I want to find an orthonormal change of basis: given a single point $(x_1,y_1)^T$ and its image $(x_2,y_2)^T$, find $M$ such that $M(x_1,y_1)^T=(x_2,y_2)^T$.

Normally we would need a second point to constrain the simultaneous equations, but I am only given one. So, maybe I can generate another point?

$\left( \begin{array}{cc} a & b \\ c & d \end{array} \right) \left( \begin{array}{cc} x_1 & -y_1 \\ y_1 & x_1 \end{array} \right) = \left( \begin{array}{cc} x_2 & -y_2 \\ y_2 & x_2 \end{array} \right)$

Nope, not invertible.

How about this? The basis is orthonormal so we note that $ab+cd=0$. Pursuing this line has got me into a terrible tangle. Blame the hangover, but I can't handle this right now :-(

Can someone please jump me to the end?
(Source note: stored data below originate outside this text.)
/// The dimension of an expression; `None` after reporting why it has none.
fn infer(
    e: &ast::Expr,
    scope: &Scope,
    visiting: &mut Vec<String>,
    diags: &mut Vec<Diagnostic>,
) -> Option<Dimension> {
    match &e.kind {
        ExprKind::Error => None,
        ExprKind::Literal(l) => {
            if !l.value.is_finite() {
                diags.push(Diagnostic::new(
                    Rule::InvalidValue,
                    l.value_span,
                    "this number is too large to represent",
                ));
                return None;
            }
            match &l.unit {
                None => Some(Dimension::NONE),
                Some(u) => match units::resolve(u) {
                    Ok(u) => Some(u.dim),
                    Err(errs) => {
                        for (span, err) in errs {
                            diags.push(unknown_unit(span, &err));
                        }
                        None
                    }
                },
            }
        }
        ExprKind::Name(id) => {
            if let Some((l, key)) = lookup_let(scope, &id.name) {
                if visiting.contains(&key) {
                    diags.push(
                        Diagnostic::new(
                            Rule::InvalidValue,
                            id.span,
                            format!("'{}' is defined in terms of itself", id.name),
                        )
                        .with_label(l.name_span, "bound here"),
                    );
                    return None;
                }
                visiting.push(key);
                let d = infer(&l.expr, scope, visiting, &mut Vec::new());
                visiting.pop();
                return d;
            }
            if let Some((_, d, _)) = constant(&id.name) {
                return Some(d);
            }
            let mut d = Diagnostic::new(
                Rule::UnknownName,
                id.span,
                format!("'{}' is neither a 'let' binding nor a constant", id.name),
            );
            let mut names: Vec<&str> = vec!["pi", "G", "c", "sigma_sb"];
            if let Some(b) = scope.body.and_then(|i| scope.sys.bodies.get(i)) {
                names.extend(b.lets.iter().map(|l| l.name.as_str()));
            }
            names.extend(scope.sys.lets.iter().map(|l| l.name.as_str()));
            if let Some(s) = crate::text::closest(&id.name, names) {
                d = d.with_help(format!("did you mean '{s}'?"));
            } else if units::lookup(&id.name).is_some() {
                d = d.with_help(format!("a unit follows a number: write `1 {}`", id.name));
            } else {
                d = d.with_help("to use a quantity of a body, write `body.quantity`");
            }
            diags.push(d);
            None
        }
        ExprKind::Ref(b, q) => {
            let Some(bi) = scope.sys.body(&b.name) else {
                let mut d = Diagnostic::new(
                    Rule::UnknownBody,
                    b.span,
                    format!("no body '{}' in system \"{}\"", b.name, scope.sys.name),
                );
                if let Some(s) =
                    crate::text::closest(&b.name, scope.sys.bodies.iter().map(|x| x.id.as_str()))
                {
                    d = d.with_help(format!("did you mean '{s}'?"));
                }
                diags.push(d);
                return None;
            };
            let kind = scope.sys.bodies.get(bi).map_or(BodyKind::Star, |x| x.kind);
            match quantities::find(kind, &q.name) {
                Some(def) if !def.text => Some(def.dim),
                Some(def) => {
                    diags.push(Diagnostic::new(
                        Rule::UnitMismatch,
                        q.span,
                        format!("'{}' is text and cannot be used in arithmetic", def.name),
                    ));
                    None
                }
                None => {
                    diags.push(unknown_quantity(kind, q));
                    None
                }
            }
        }
        ExprKind::Neg(inner) => infer(inner, scope, visiting, diags),
        ExprKind::Binary(op, a, b) => {
            let da = infer(a, scope, visiting, diags);
            let db = infer(b, scope, visiting, diags);
            let (da, db) = (da?, db?);
            match op {
                BinOp::Mul => Some(da.times(db)),
                BinOp::Div => Some(da.per(db)),
                BinOp::Add | BinOp::Sub => {
                    if da == db {
                        Some(da)
                    } else {
                        diags.push(
                            Diagnostic::new(
                                Rule::UnitMismatch,
                                e.span,
                                format!(
                                    "cannot {} {} and {}",
                                    if *op == BinOp::Add { "add" } else { "subtract" },
                                    da.describe(),
                                    db.describe()
                                ),
                            )
                            .with_label(a.span, format!("this is {}", da.describe()))
                            .with_label(b.span, format!("this is {}", db.describe()))
                            .with_help(format!(
                                "multiply the right-hand side by a factor of {}",
                                da.per(db).describe()
                            )),
                        );
                        None
                    }
                }
            }
        }
        ExprKind::Pow(base, exp) => {
            let db = infer(base, scope, visiting, diags)?;
            let de = infer(exp, scope, visiting, diags)?;
            if !de.is_none() {
                diags.push(Diagnostic::new(
                    Rule::UnitMismatch,
                    exp.span,
                    format!(
                        "an exponent must be a plain number, but this is {}",
                        de.describe()
                    ),
                ));
                return None;
            }
            if db.is_none() {
                return Some(Dimension::NONE);
            }
            match const_value(exp).and_then(rational) {
                Some(r) => Some(db.pow(r)),
                None => {
                    diags.push(
                        Diagnostic::new(Rule::UnitMismatch, exp.span, "the exponent of a value with a unit must be an exact fraction such as 2, 0.5 or 1/3")
                            .with_label(base.span, format!("this is {}", db.describe())),
                    );
                    None
                }
            }
        }
        ExprKind::Call(f, args) => {
            let dims: Vec<Option<Dimension>> = args
                .iter()
                .map(|a| infer(a, scope, visiting, diags))
                .collect();
            if args.len() != 1 {
                diags.push(Diagnostic::new(
                    Rule::InvalidValue,
                    e.span,
                    format!("'{}' takes one argument, found {}", f.name, args.len()),
                ));
                return None;
            }
            let d = dims.into_iter().next().flatten()?;
            let arg_span = args.first().map_or(e.span, |a| a.span);
            let need = |want: Dimension, what: &str, diags: &mut Vec<Diagnostic>| {
                if d == want {
                    true
                } else {
                    diags.push(Diagnostic::new(
                        Rule::UnitMismatch,
                        arg_span,
                        format!("'{}' takes {what}, but this is {}", f.name, d.describe()),
                    ));
                    false
                }
            };
            match f.name.as_str() {
                "sqrt" => Some(d.pow(Rat::new(1, 2))),
                "cbrt" => Some(d.pow(Rat::new(1, 3))),
                "abs" => Some(d),
                "exp" | "ln" | "log10" => {
                    need(Dimension::NONE, "a plain number", diags).then_some(Dimension::NONE)
                }
                "sin" | "cos" | "tan" => {
                    need(Dimension::ANGLE, "an angle", diags).then_some(Dimension::NONE)
                }
                _ => {
                    let mut d = Diagnostic::new(
                        Rule::UnknownName,
                        f.span,
                        format!("unknown function '{}'", f.name),
                    );
                    if let Some(s) = crate::text::closest(&f.name, FUNCTIONS.iter().copied()) {
                        d = d.with_help(format!("did you mean '{s}'?"));
                    } else {
                        d = d.with_help(format!("the functions are {}", FUNCTIONS.join(", ")));
                    }
                    diags.push(d);
                    None
                }
            }
        }
    }
}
What is $M$?

(I only need the 2D solution right, but for curiosity's sake shouldn't we be able to find a $d$-dimensional $M$ given $d-1$ points and their images, right? e.g. if you fix one corner of a cube at the origin and fix any two other points anywhere, the orientation is fully-specified assuming there is no shear? Is there a general form for the solution?)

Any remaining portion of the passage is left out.